In this format, the optional description of the point is between the opening and closing tags there. “lat” and “lon” might be better as a single “latlon” or “coord” attribute, with the latitude and longitude separated by commas (i.e. <geotag:point coord="41.228063,-115.058119">:</geotag:point>)

A “geotring” point might look something like this instead:

geostring:point:41.228063:-115.058119:1720.901m:20071115T143000-06:1:340:-5.0:geostring

Not sure if the closing “geostring” is really necessary here, but it would make backwards-compatibility easier if fields were added to future revisions. As with the geotag, it might be better to treat the lat/lon pair (the only mandatory information for a minimal “point” definition) as a single field, so the minimal “geotag” example above done as a “geostring” would look something like: geostring:41.228063,-115.058119::::::geostring

Even as I write this, I find myself leaning towards combining the latitude and longitude into a single field, if for no other reason than it means each point only has one required field. Either way, I currently think the fields ought to be defined thus:

  • latitude and longitude are decimal degrees. Either may be prefixed by a + or – (lat: +=”Northern Hemisphere”, -=”Southern Hemisphere”, Lon: +=East, -=West) – if neither is there, + will be assumed. Latitude and longitude are required for every point.
  • Elevation may be suffixed by “m” or “f” (for “meters” or “feet”). If neither is specified, meters are assumed.
  • Timestamp is in the ISO 8601 “basic format”. If neither “Z” or an offset from UTC are specified, “the viewer’s local time” should be assumed (which is kind of silly, but it still would allow one to synchronize a track with, say, an audio recording or video.)
  • trackid is any arbitrary alphanumeric term with a maximum of, say, 16 characters (is that enough?) Any points with the same trackid are assumed to be part of the same track. If unspecified, the point is assumed to be unrelated to any other points (if any exist) that may be in the same file.
  • Heading is in decimal degrees from 0 to 360. This represents facing a particular (horizontal) direction from the point in question. “Which direction the camera was pointing” in the case of a photograph.
  • Angle is in decimal degrees from -90 to 90. This represents an angle above or below the current elevation at that point (for a picture, this would represent the upward or downward angle that the camera was pointing when the picture was taken.)

Hmmm, if I shorten “geostring” to “geostr” and either eliminate the “data type” field (“point”) or just reduce it to a single letter, that entire and complete “geostring” example would fit even into a single tiny 64-character comment field, if there are any file formats still floating around limited to that kind of small metadata size.

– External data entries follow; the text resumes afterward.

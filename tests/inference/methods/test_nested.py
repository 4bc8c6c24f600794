import json
import os

import bilby
import numpy as np
import pytest

from memory_infer.inference.methods.fast import fast_estimates, sign_partner
from memory_infer.inference.methods.nested import run_nested
from memory_infer.inference.methods.reweighting import (amplitude_curve, mean_ratio as _mean_ratio, reweighting_estimate,
                                                        sign_from_curve)
from memory_infer import MemoryTransient, waveform_generator

from helpers import event_config


class GaussianLikelihood(bilby.core.likelihood.Likelihood):
    def __init__(self):
        super().__init__(parameters={"x": 0.0, "y": 0.0})

    def log_likelihood(self, parameters=None):
        p = parameters or self.parameters
        return -0.5 * ((p["x"] - 0.3) ** 2 + (p["y"] + 0.2) ** 2) / 0.25 - np.log(2 * np.pi * 0.25)


def test_nested_wrapper_recovers_analytic_gaussian_evidence(tmp_path):
    # textbook integral: a normalized Gaussian well inside a uniform prior on [-3, 3]^2 gives Z = 1/36
    priors = bilby.core.prior.PriorDict({"x": bilby.core.prior.Uniform(-3, 3, "x"),
                                         "y": bilby.core.prior.Uniform(-3, 3, "y")})
    result = run_nested(GaussianLikelihood(), priors, "gauss", str(tmp_path), live_points=150, accepted_walks=15,
                        seed=11, progress=False)
    assert abs(result.log_evidence - np.log(1 / 36)) < 3 * result.log_evidence_err
    assert 0.02 < result.log_evidence_err < 0.5
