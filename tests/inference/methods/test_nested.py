import json
import os

import bilby
import numpy as np
import pytest

from memory_infer.inference.methods.fast import fast_estimates, sign_partner
from memory_infer.inference.methods.nested import run_nested
from memory_infer.inference.methods.reweighting import (amplitude_curve, mean_ratio as _mean_ratio, reweighting_estimate,
                                                        sign_from_curve)
from memory_infer import MemoryTransient, waveform_generator

from helpers import event_config


class GaussianLikelihood(bilby.core.likelihood.Likelihood):
    def __init__(self):
        super().__init__(parameters={"x": 0.0, "y": 0.0})

    def log_likelihood(self, parameters=None):
        p = parameters or self.parameters
        return -0.5 * ((p["x"] - 0.3) ** 2 + (p["y"] + 0.2) ** 2) / 0.25 - np.log(2 * np.pi * 0.25)


def test_nested_wrapper_recovers_analytic_gaussian_evidence(tmp_path):
    # textbook integral: a normalized Gaussian well inside a uniform prior on [-3, 3]^2 gives Z = 1/36
    priors = bilby.core.prior.PriorDict({"x": bilby.core.prior.Uniform(-3, 3, "x"),
                                         "y": bilby.core.prior.Uniform(-3, 3, "y")})
    result = run_nested(GaussianLikelihood(), priors, "gauss", str(tmp_path), live_points=150, accepted_walks=15,
                        seed=11, progress=False)
    assert abs(result.log_evidence - np.log(1 / 36)) < 3 * result.log_evidence_err
    # nested sampling's error is about sqrt(H / n_live), H the information (Skilling, Bayesian Analysis 1, 833
    # (2006)); here H = ln(36) - ln(2 pi 0.25) - 1 = 2.13 nats for the 2-D Gaussian, so about 0.12; a factor 2 allowed
    information = np.log(36.0) - np.log(2 * np.pi * 0.25) - 1.0
    assert 0.5 < result.log_evidence_err / np.sqrt(information / 150) < 2.0


def test_sign_error_comes_from_the_two_signed_runs():
    # the sign ln BF is ln Z(+1) - ln Z(-1): the shared A = 0 run (error 0.3 here) cancels, so the error is that of
    # the two signed runs' ln Z (0.1 and 0.2), not the quadrature of the two Bayes factors' errors (common practice,
    # no source: independent errors add in quadrature)
    from memory_infer.inference.methods.nested import sign_from_nested
    from memory_infer.results.estimates import EvidenceEstimate

    plus = EvidenceEstimate(method="nested sampling", ln_bf=1.5, ln_bf_err=np.hypot(0.1, 0.3))
    minus = EvidenceEstimate(method="nested sampling", ln_bf=-0.5, ln_bf_err=np.hypot(0.2, 0.3), numerator="flipped")
    sign = sign_from_nested(plus, minus, 0.1, 0.2)
    assert sign.ln_bf_sign == pytest.approx(2.0) and sign.ln_bf_sign_err == pytest.approx(np.sqrt(0.05), rel=1e-12)
    assert sign.ln_bf_sign_err < np.hypot(plus.ln_bf_err, minus.ln_bf_err) - 0.2
    # weight of the A = +1 branch against A = -1: BF+ / (BF+ + BF-) (the posterior odds of the two signs)
    assert sign.weight_plus == pytest.approx(1 / (1 + np.exp(-2.0)))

My main goal here is to make it easy to create files tagged with this information. So long as it’s easily read and not likely to get separated from the file it describes, using the data for anything ought to be easy, even if one has to do it “by hand”. As was mentioned on the “Into the Pudding” blog (found via the GeoRSS blog), having applications that can read metadata is useless if nobody’s putting the metadata in their files to begin with. If an acceptable format can be worked out, I intend to start making as much georeferenced information available as possible.

Who’s with me? Comments, suggestions, offers of patronage, anyone?